As of 2025, approximate pricing:
- GPT-4o: $5 per 1M input tokens, $15 per 1M output tokens
- GPT-4o mini: $0.15 per 1M input tokens, $0.60 per 1M output tokens
- GPT-3.5 Turbo: $0.50 per 1M input tokens, $1.50 per 1M output tokens
For most tasks, GPT-4o mini is the sweet spot — it's 33x cheaper than GPT-4o and surprisingly capable for structured tasks, summarization, and classification.
Streaming Responses
For any user-facing application, streaming dramatically improves perceived performance — text appears token by token rather than the user waiting for the full response:
from openai import OpenAI
client = OpenAI()
stream = client.chat.completions.create(
model="gpt-4o-mini",
messages=[{"role": "user", "content": "Write a haiku about Python programming."}],
stream=True,
)
for chunk in stream:
if chunk.choices[0].delta.content is not None:
print(chunk.choices[0].delta.content, end="", flush=True)
print() # newline at end
Building a Simple Chatbot
Here's a complete command-line chatbot you can run right now:
from openai import OpenAI
client = OpenAI()
def run_chatbot():
print("ChatBot ready! Type 'quit' to exit.")
print("-" * 40)
messages = [
{"role": "system", "content": (
"You are a helpful assistant. Be concise and friendly. "

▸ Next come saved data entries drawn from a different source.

@pytest.fixture
def meters(day):
    def read():
        with day.database.reading() as db:
            return queries.meters_of(db, day.survey.id)

    return read


def value_of(answer, name):
    return re.search(rf'name="{name}" value="([^"]*)"', answer.text).group(1)


def test_survey_without_meters_says_what_to_do(crew, address):
    answer = crew.get(address)
    assert answer.status_code == 200
    assert "Register each meter that goes to the river" in answer.text and f"{address}/add" in answer.text
    assert "There is no meter to check yet." in crew.get(f"{address}/check").text


def test_meter_is_registered_and_stands_in_the_list(crew, address, meters):
    answer = crew.post(f"{address}/add", a_meter_form(name="  Meter   A ", resolution_mg_l="0,01"))
    assert (answer.status_code, answer.location) == (303, address)
    (meter,) = meters()
    assert (meter.name, meter.method, meter.resolution_mg_l) == ("Meter A", "optical", 0.01)
    page = crew.get(address).text
    assert "No check yet today: check it as found first." in page and "serial 17-204" in page


def test_meter_is_registered_with_htmx(crew, address, meters):
    answer = crew.post(f"{address}/add", a_meter_form(), htmx=True)
    assert (answer.status_code, answer.headers["HX-Redirect"]) == (204, address)
    assert len(meters()) == 1


@pytest.mark.parametrize(
    ("field", "text", "says"),
    [
        ("name", "", "Enter the name of the meter."),
        ("name", "x" * 61, "Shorten the name"),
        ("method", "sonar", "Choose the way it measures"),
        ("percent_basis", "500", "Choose the basis of the percent"),
        ("resolution_mg_l", "5", "must lie between 0.001 and 1 mg/L"),
        ("cap_changed_on", "last week", "as year, month and day"),
        ("serviced_on", "1800-01-01", "Check the year"),
        ("note", "x" * 2001, "Shorten the note"),
        ("submission_id", "17", "without its id"),
    ],
)
def test_what_a_meter_cannot_be_is_said_beside_its_field(field, text, says):
    new, errors = forms.parse_meter(a_meter_form(**{field: text}), Show())
    assert new is None and list(errors) == [field]
    assert says in errors[field]


def test_bad_meter_is_refused_with_and_without_htmx_and_the_typing_kept(crew, address, meters):
    for htmx in (False, True):
        answer = crew.post(f"{address}/add", a_meter_form(name="", resolution_mg_l="fine"), htmx=htmx)
        assert answer.status_code == 422
        assert "Enter the name of the meter." in answer.text and "2 entries need another look" in answer.text
        assert 'value="17-204"' in answer.text and 'value="fine"' in answer.text
    assert meters() == []


def test_taken_name_is_refused_and_the_typing_kept(crew, address, meter, meters):
    answer = crew.post(f"{address}/add", a_meter_form(name="meter a", serial="99-1"))
    assert answer.status_code == 409
    assert "There is a meter “meter a” already" in answer.text and 'value="99-1"' in answer.text
    assert len(meters()) == 1


def test_meter_is_changed_but_not_its_name(crew, address, meter, meters):
    edit = f"{address}/{meter.id}/edit"
    assert "The name stays" in crew.get(edit).text
    form = a_meter_form(name="Meter Z", out_of_service="yes", cap_changed_on="2026-08-01")
    assert crew.post(edit, form).status_code == 303
    (changed,) = meters()
    assert (changed.name, changed.out_of_service, changed.cap_changed_on) == ("Meter A", True, "2026-08-01")
    assert "Out of service: no → yes" in crew.get(edit).text
    assert crew.post(edit, a_meter_form(resolution_mg_l="x"), htmx=True).status_code == 422
    assert crew.get(f"{address}/{uuid.uuid4()}/edit").status_code == 404


@pytest.fixture
def elsewhere(day, people):
    """A function that makes another survey with a meter and puts these people on it."""

    def make(*roles):
        with day.database.writing() as db:
            other = Survey(name="Reed Beck", river="Reed Beck", time_zone="UTC", created_by_id=people["office"].id)
            db.add(other)
            db.flush()
            for role in roles:
                db.add(SurveyMember(survey_id=other.id, person_id=people[role].id))
            db.commit()
        there = MeterDay.__new__(MeterDay)
        there.database, there.survey, there.people = day.database, other, people
        there.meter("Meter R")
        return other

    return make


def test_meters_of_another_survey_that_one_is_on_are_offered_and_brought(crew, address, elsewhere, meters):
    other = elsewhere("crew")
    assert "Reed Beck: 1 meter" in crew.get(address).text
    for _ in range(2):
        assert crew.post(f"{address}/bring", {"from_survey": other.id}).status_code == 303
    assert [one.name for one in meters()] == ["Meter R"]


def test_meters_of_a_survey_that_one_is_not_on_are_neither_offered_nor_brought(crew, address, elsewhere, meters):
    other = elsewhere("lead")
    assert "Reed Beck" not in crew.get(address).text
    for wanted in (other.id, "", "nonsense\x00"):
        assert crew.post(f"{address}/bring", {"from_survey": wanted}).status_code == 404
    assert meters() == []


def test_fresh_form_proposes_the_only_meter_and_the_next_check(crew, address, meter, day):
    answer = crew.get(f"{address}/check")
    assert uuid.UUID(value_of(answer, "submission_id"))
    assert 'data-kind="check"' in answer.text and 'data-what="Meter check, Meter A"' in answer.text
    assert "data-fresh" in answer.text
    assert '<option value="as_found" selected>' in answer.text
    asked = crew.get(f"{address}/check?meter=meter+a&kind=zero").text
    assert '<option value="zero" selected>' in asked and '<option value="zero_solution" selected>' not in asked


def test_form_proposes_the_meter_that_the_person_checked_last(crew, address, meter, day):
    other = day.meter("Meter B")
    assert "Choose it" in crew.get(f"{address}/check").text
    day.check(other)
    assert f'<option value="{other.id}" selected>' in crew.get(f"{address}/check").text


def test_form_of_another_parameter_asks_for_its_own_numbers(crew, address, meter):
    answer = crew.get(f"{address}/check?parameter=temperature").text
    assert "Reference thermometer" in answer and "Air pressure" not in answer and "Zero check" not in answer


def test_check_is_saved_and_says_what_to_do_next(crew, address, a_form, stored):
    form = a_form(value="7,60", note="fog")
    answer = crew.post(f"{address}/check", form)
    assert (answer.status_code, answer.headers["X-Stored-Id"]) == (303, form["submission_id"])
    (check,) = stored()
    assert (check.value, check.water_temp_c, check.pressure_mmhg, check.note) == (7.6, 25.0, 741.0, "fog")
    assert check.entered["value"] == {"text": "7,60", "unit": "mg/L"}
    page = crew.get(answer.location).text
    assert "Does not pass" in page and "Adjust it to 8.05 mg/L, then read it back." in page
    assert "kind=adjusted" in page


def test_check_made_at_once_after_another_begins_with_its_pressure_and_place(crew, address, a_form, day):
    form = a_form(pressure="741", place="U1")
    stored = crew.get(crew.post(f"{address}/check", form).location).text
    assert "A zero check is due: make it now." in stored and "kind=zero" in stored
    beside = crew.get(f"{address}/check?meter={form['meter']}&kind=read_back")
    assert value_of(beside, "pressure") == "741" and 'value="U1"' in beside.text
    assert value_of(beside, "water_temp_c") == ""
    elsewhere = crew.get(f"{address}/check?meter={day.meter('Meter B').id}&kind=as_found")
    assert value_of(elsewhere, "pressure") == "" and 'value="U1"' not in elsewhere.text


def test_form_for_a_zero_check_that_becomes_another_kind_is_not_against_zero_solution(crew, address, meter):
    page = crew.get(f"{address}/check?meter={meter.id}&kind=zero").text
    assert '<option value="zero" selected>' in page and '<option value="air_saturated_water" selected>' in page


def test_with_htmx_the_verdict_comes_in_place(crew, address, a_form):
    form = a_form()
    answer = crew.post(f"{address}/check", form, htmx=True)
    assert (answer.status_code, answer.headers["X-Stored-Id"]) == (200, form["submission_id"])
    assert answer.headers["HX-Push-Url"].endswith(f"/checks/{form['submission_id']}")
    assert "<html" not in answer.text and "Passes" in answer.text


def test_same_form_sent_twice_is_one_check_and_other_content_is_refused(crew, address, a_form, stored):
    form = a_form()
    assert [crew.post(f"{address}/check", form).status_code for _ in range(2)] == [303, 303]
    answer = crew.post(f"{address}/check", {**form, "value": "8.0"}, htmx=True)
    assert answer.status_code == 409 and "X-Stored-Id" not in answer.headers
    assert "stored already, with other values" in answer.text and value_of(answer, "value") == "8.0"
    assert [one.value for one in stored()] == [8.1]


@pytest.mark.parametrize(
    ("field", "text", "says"),
    [
        ("meter", "", "Enter the meter."),
        ("meter", "Meter Q", "Choose the meter from the list."),
        ("kind", "guess", "Choose the kind of check"),
        ("standard", "ph_buffer", "Choose the standard"),
        ("parameter", "turbidity", "Choose the value to be checked"),
        ("value", "", "Enter the value the meter shows."),
        ("value", "8.1 mg", "as a number"),
        ("value", "98.4", "must lie between -0.5 and 30 mg/L"),
        ("value", "nan", "as a number"),
        ("water_temp_c", "", "Enter the temperature of the water."),
        ("water_temp_c", "77", "must lie between 0 and 40 °C"),
        ("pressure", "1,013", "Say which you mean"),
        ("pressure", "5000", "must lie between 0 and 1200 mmHg"),
        ("pressure_unit", "psi", "Choose the unit of the air pressure"),
        ("pressure_source", "standard", "Say where the air pressure comes from"),
        ("conductance_us_cm", "-1", "must lie between 0 and 70000"),
        ("taken_at", "", "Enter the time of the check."),
        ("taken_at", "2199-01-01T10:00", "still to come"),
        ("expires_on", "soon", "as year, month and day"),
        ("place", "x" * 61, "Shorten the place"),
        ("lot", "x" * 61, "Shorten the standard's lot"),
        ("action", "thrown", "Choose the thing that was done"),
        ("note", "x" * 2001, "Shorten the note"),
        ("submission_id", "17", "without its id"),
    ],
)
def test_what_cannot_be_is_said_beside_its_field(field, text, says):
    new, errors = forms.parse_check(a_check_form("m", **{field: text}), VIENNA_SHOW, METERS, datetime.now(UTC))
    assert new is None and list(errors) == [field]
    assert says in errors[field]


def test_bad_check_is_refused_with_and_without_htmx_and_the_typing_kept(crew, address, a_form, stored):
    for htmx in (False, True):
        answer = crew.post(f"{address}/check", a_form(value="8.1 mg", taken_at="", note="fog"), htmx=htmx)
        assert answer.status_code == 422
        assert "Enter the value the meter shows as a number" in answer.text
        assert "Enter the time of the check." in answer.text and 'aria-describedby="value-error"' in answer.text
        assert value_of(answer, "water_temp_c") == "25,0" and value_of(answer, "value") == "8.1 mg"
        assert ">fog</textarea>" in answer.text
    assert stored() == []


def test_other_value_is_asked_for_where_nothing_is_computed(crew, address, a_form, stored):
    form = a_form(standard="winkler", water_temp_c="", pressure="", pressure_source="standard")
    assert "Enter the value it is compared with." in crew.post(f"{address}/check", form).text
    assert crew.post(f"{address}/check", {**form, "compared": "8,0"}).status_code == 303
    assert (stored()[0].compared, stored()[0].expected) == (8.0, 8.0)


def test_zero_check_needs_nothing_but_what_the_meter_shows(crew, address, a_form, stored):
    form = a_form(kind="zero", water_temp_c="cold", pressure="", value="0.14")
    assert crew.post(f"{address}/check", form).status_code == 303
    (check,) = stored()
    assert (check.standard, check.expected, check.judged["passes"]) == ("zero_solution", 0.0, True)


def test_adjusting_without_a_check_as_found_is_a_question_and_no_refusal(crew, address, a_form, stored):
    form = a_form(kind="adjusted")
    asked = crew.post(f"{address}/check", form)
    assert asked.status_code == 422
    assert "Not saved yet." in asked.text and "no check as found today" in asked.text and stored() == []
    keep = html.unescape(re.search(r'name="keep" value="([^"]+)"', asked.text).group(1))
    assert crew.post(f"{address}/check", {**form, "keep": keep}).status_code == 303
    assert [one["name"] for one in stored()[0].judged["kept"]] == ["as_found_missing"]
    assert "Asked, and kept" in crew.get(f"{address}/checks/{form['submission_id']}").text


def test_sea_level_pressure_is_offered_as_a_weather_value_and_taken_in_one_tap(crew, address, a_form, stored):
    form = a_form(pressure="765")
    asked = crew.post(f"{address}/check", form)
    assert asked.status_code == 422 and "Use it as a weather value" in asked.text
    assert crew.post(f"{address}/check", {**form, "use": "sea_level_pressure"}).status_code == 303
    (check,) = stored()
    assert (check.pressure_source, round(check.pressure_mmhg)) == ("weather", 746)
    assert check.entered["pressure"] == {"text": "765", "unit": "mm[Hg]"}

"If you don't know something, say so."
)}
]
while True:
user_input = input("You: ").strip()
if not user_input:
continue
if user_input.lower() in ("quit", "exit", "bye"):
print("Goodbye!")
break
messages.append({"role": "user", "content": user_input})
try:
response = client.chat.completions.create(
model="gpt-4o-mini",
messages=messages,
max_tokens=500,
temperature=0.7,
)
reply = response.choices[0].message.content
messages.append({"role": "assistant", "content": reply})
print(f"Assistant: {reply}")
print(f"(Tokens used: {response.usage.total_tokens})")
except Exception as e:
print(f"Error: {e}")
messages.pop() # remove the failed user message
if __name__ == "__main__":
run_chatbot()
Best Practices
Error Handling
Always wrap API calls in try/except blocks. Common errors: RateLimitError (too many requests), AuthenticationError (bad API key), APIConnectionError (network issues). Use exponential backoff for retries.
Rate Limits
Free tier accounts have very low rate limits. Paid accounts have higher limits. Check your limits in the OpenAI dashboard under Limits. If you hit limits in production, implement a queue.
Cost Management
- Set max_tokens to cap response length and prevent runaway costs
- Use GPT-4o mini for tasks that don't require GPT-4o quality
- Trim conversation history when it gets long (keep the last N turns)
- Set spending limits in the OpenAI dashboard
Next Steps
Now that you have the basics down, explore: function calling (structured JSON outputs), the Assistants API (built-in thread management), fine-tuning for domain-specific tasks, and the vision API for image understanding. The OpenAI cookbook on GitHub has hundreds of working examples for real-world use cases.